**About this exercise**
Go through the data and count each line that has the string "normals". Give that count alone.

[Stored data]
──────────────────────────────

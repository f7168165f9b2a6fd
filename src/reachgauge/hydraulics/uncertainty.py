"""Uncertainty of the bankfull discharge, the rating curves and the design-flow checks
by Monte Carlo propagation (JCGM 101:2008, *Evaluation of measurement data —
Supplement 1 to the "Guide to the expression of uncertainty in measurement" —
Propagation of distributions using a Monte Carlo method*).

Each draw takes one value of every uncertain input from its distribution and runs
the same section kernel (:mod:`reachgauge.kernel.sections`) as the plain figures, for
all transects of the reach and a block of draws in one call ((transects × draws)
profiles). The outputs' percentiles over the draws are reported: p10–p90 is the
probabilistically symmetric 80 % coverage interval of JCGM 101 (7.7).

The inputs and their distributions (JCGM 101, 6.4: a rectangular distribution where
only bounds are known):

- **Manning's n**, uniform within the range of its source: Cowan's method draws each
  term uniformly within the range of its class in Arcement & Schneider (1989), Table 1
  (the envelope of the classes whose range holds the value) and sums them, times the
  meander multiplier; a single value (default, streams field, land-cover table,
  calibration) is taken ±20 % (``REL_N``: common practice, not a published bound),
  unless ``--n-range LOW HIGH`` gives the channel's bounds (over any source's own). One
  draw of n serves every transect of the reach (n is the reach's, or its land cover's:
  an error in it is shared), one quantile for each of left overbank, channel, right
  overbank.
- **Slope**, lognormal with its median at the fitted slope and a log-standard
  deviation of the window fit's standard error over the slope
  (:func:`~reachgauge.hydraulics.spreads.slope_log_sd`). Neighbouring stations share
  most of their window's points, so their errors are drawn as a moving average of
  independent normals over the window's stations (correlation falling linearly to 0
  one window apart).
- **Bankfull stage**, normal about the pick with a standard deviation combining the
  spread of the automatic methods (their range over the expected range of that many
  normal draws, :func:`~reachgauge.hydraulics.spreads.expected_range`) and the
  terrain's noise σ (one sample's error): σ² = (range / d₂(k))² + σ_noise².
  Independent between transects.
- **Terrain elevation**, from ``--vertical-accuracy`` (RMSE, m). A lidar's vertical
  error has a part shared over a flight strip (kilometres: a reach) and a random part
  per point. The random part shows in the data as the scatter the terrain's noise σ
  measures; the rest, √(RMSE² − σ²), cannot be seen in the data. The random part,
  min(σ, RMSE), is drawn as independent noise on every sample (on :data:`GROUNDS`
  realisations of the ground, see :func:`propagate`). The shared part would move the
  ground and the stage picked on it together: it changes neither the bankfull
  discharge, nor the rating curves (by depth above the thalweg), nor the design-flow
  checks (stage and bankfull stage move alike), only where the water stands in
  absolute elevation, which no banded figure reports; so it is not drawn. Without
  ``--vertical-accuracy`` the ground is taken as exact.

Reproducible: each reach's draws come from a generator seeded by the run's seed and a
stable hash of the reach id (:func:`generator`), so the figures do not depend on the
executor or the order the reaches run in.
"""

from __future__ import annotations

import hashlib
from dataclasses import dataclass

import numpy as np

from reachgauge.hydraulics.spreads import REL_N, cowan_ranges, slope_log_sd, stage_sd
from reachgauge.kernel import sections as K

QUANTILES = (0.10, 0.50, 0.90)
CELLS = 1 << 20       # (profiles × stages) cells of one kernel call (bounds memory)
GROUNDS = 25          # realisations of the ground's noise (shared in turn by the draws)


@dataclass(frozen=True)
class UncertaintyParams:
    """``draws`` (0: off); ``n_range`` () or (low, high) channel n; ``vertical_accuracy``
    RMSE m or None; ``seed``; ``slope_window`` m (the slope fit's window)."""

    draws: int = 0
    n_range: tuple = ()
    vertical_accuracy: float | None = None
    seed: int = 0
    slope_window: float = 200.0

    @classmethod
    def from_config(cls, cfg) -> "UncertaintyParams":
        return cls(int(cfg.uncertainty), tuple(cfg.n_range), cfg.vertical_accuracy,
                   int(cfg.seed), float(cfg.slope_window))


def generator(seed: int, reach_id) -> np.random.Generator:
    """The reach's generator: SeedSequence of the run seed and the first 128 bits of
    the SHA-256 of the reach id (stable across processes, unlike ``hash``)."""
    words = np.frombuffer(hashlib.sha256(str(reach_id).encode()).digest()[:16], dtype="<u4")
    return np.random.default_rng(np.random.SeedSequence([int(seed), *map(int, words)]))


@dataclass(frozen=True)
class Spread:
    """The uncertain inputs of one reach's t transects (SI).

    n_lo, n_hi (t, 3): bounds of a uniform n per part; cowan: None, or (lo (5,),
    hi (5,), meander) to draw the channel n by Cowan's sum instead; slope (t,) the
    lognormal's median, slope_sd (t,) its log-sd, slope_span stations one window
    spans; stage (t,) the picks, stage_sd (t,) m; point_sd m: the ground's random
    error per sample."""

    n_lo: np.ndarray
    n_hi: np.ndarray
    cowan: tuple | None
    slope: np.ndarray
    slope_sd: np.ndarray
    slope_span: int
    stage: np.ndarray
    stage_sd: np.ndarray
    point_sd: float = 0.0


@dataclass(frozen=True)
class Draws:
    """n (D, t, 3), slope (D, t), stage (D, t) m."""

    n: np.ndarray
    slope: np.ndarray
    stage: np.ndarray


def draw_inputs(s: Spread, draws: int, rng: np.random.Generator) -> Draws:
    """One value of every input per draw, in a fixed order of the generator's calls."""
    t = s.stage.size
    u = rng.random((draws, 1, 3))          # one quantile per part, shared by the transects
    n = s.n_lo[None] + u * (s.n_hi - s.n_lo)[None]
    if s.cowan is not None:
        lo, hi, m = s.cowan
        terms = lo[None] + rng.random((draws, lo.size)) * (hi - lo)[None]
        n[:, :, 1] = (terms.sum(axis=1) * m)[:, None]
    w = max(1, min(int(s.slope_span), max(t, 1)))
    e = rng.standard_normal((draws, t + w - 1))
    cs = np.concatenate([np.zeros((draws, 1)), np.cumsum(e, axis=1)], axis=1)
    zeta = (cs[:, w:] - cs[:, :-w]) / np.sqrt(w)   # moving sum of w unit normals, unit variance
    slope = s.slope[None] * np.exp(s.slope_sd[None] * zeta)
    stage = s.stage[None] + s.stage_sd[None] * rng.standard_normal((draws, t))
    return Draws(n, slope, stage)


def _perturbed(p: K.Profiles, rows, copies: int, point_sd, rng) -> K.Profiles:
    """``copies`` copies of the profiles ``rows`` (copy-major), each with independent
    noise of ``point_sd`` (m) on every sample; thalweg column and bed level kept."""
    r, m = rows.size, p.z.shape[1]
    inside = np.arange(m)[None, :] < p.size[rows, None]
    z = np.where(inside, p.z[rows], np.nan)[None] + point_sd * rng.standard_normal((copies, r, m))
    return K.profiles(np.tile(p.x[rows], (copies, 1)), z.reshape(copies * r, m),
                      thalweg=np.tile(p.i0[rows], copies), bed=np.tile(p.thalweg[rows], copies))


def _conveyance(pp: K.Profiles, stages, banks, units) -> np.ndarray:
    """Conveyance (3, rows, k) of left overbank, channel and right overbank at
    ``stages`` (rows, k): the divided-channel discharge at n = 1 and S = 1, so that
    Q = √S Σ K_i / n_i (Chow 1959, §6-9)."""
    return K.flow(pp, stages, 1.0, 1.0, banks, units).part_discharge


@dataclass(frozen=True)
class Samples:
    """Per draw: channel and whole-section discharge at the drawn bankfull stage
    (D, t; NaN off ``rows``) and the whole-section discharge at each rating depth
    (D, len(rows), k)."""

    channel: np.ndarray
    total: np.ndarray
    rating: np.ndarray


def propagate(p: K.Profiles, banks, s: Spread, dr: Draws, rows, depths, rng,
              units: str = "si") -> Samples:
    """Discharge of every draw on the transects ``rows`` by the divided-channel method:
    at the drawn bankfull stage (channel part and whole section) and at ``depths``
    above the thalweg (rating curves).

    n and slope enter Manning's equation as factors (Q = √S Σ K_i / n_i), so the kernel
    runs once per ground and stage for the conveyances K_i and each draw combines
    them with its own n and slope. With exact ground that is one ground; with noise on
    the samples, :data:`GROUNDS` realisations of it, draw d taking ground d mod
    GROUNDS (its effect on conveyance at a stage is small and smooth; the other inputs
    vary in every draw). Blocks of grounds keep each call under :data:`CELLS` cells."""
    rows = np.asarray(rows, dtype=int)
    D, t = dr.stage.shape
    depths = np.asarray(depths, dtype=float)
    k, r = depths.size, rows.size
    channel, total = np.full((D, t), np.nan), np.full((D, t), np.nan)
    rating = np.full((D, r, k), np.nan)
    if r == 0 or D == 0:
        return Samples(channel, total, rating)
    G = min(D, GROUNDS) if s.point_sd > 0 else 1
    per = -(-D // G)                                    # draws per ground
    inv_n = 1.0 / dr.n[:, rows, :]                      # (D, r, 3)
    sq = np.sqrt(dr.slope[:, rows])                     # (D, r)
    bk = np.asarray(banks, dtype=float)[rows]
    block = max(1, CELLS // (r * max(k, per)))
    for g0 in range(0, G, block):
        gs = np.arange(g0, min(G, g0 + block))
        pp = (_perturbed(p, rows, gs.size, s.point_sd, rng) if s.point_sd > 0
              else p.take(rows))
        bkg = np.tile(bk, (gs.size, 1))
        d = gs[:, None] + G * np.arange(per)[None, :]   # (g, per) the draws on each ground
        live = d < D
        st = dr.stage[np.minimum(d, D - 1)][:, :, rows]  # (g, per, r)
        grid = np.where(live[:, :, None], st, pp.thalweg.reshape(gs.size, 1, r))
        kb = _conveyance(pp, grid.transpose(0, 2, 1).reshape(gs.size * r, per), bkg, units)
        kb = kb.reshape(3, gs.size, r, per).transpose(0, 1, 3, 2)[:, live]   # (3, draws, r)
        dd = d[live]
        parts = kb.transpose(1, 2, 0) * inv_n[dd]       # (draws, r, 3)
        channel[dd[:, None], rows[None, :]] = sq[dd] * parts[:, :, 1]
        total[dd[:, None], rows[None, :]] = sq[dd] * parts.sum(axis=2)
        if k:
            kr = _conveyance(pp, pp.thalweg[:, None] + depths[None, :], bkg, units)
            kr = kr.reshape(3, gs.size, r, k)
            for j, g in enumerate(gs):
                on = np.arange(g, D, G)
                rating[on] = sq[on][:, :, None] * np.einsum("irk,dri->drk", kr[:, j], inv_n[on])
    return Samples(channel, total, rating)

──────────────────────────────

**Your solution**
2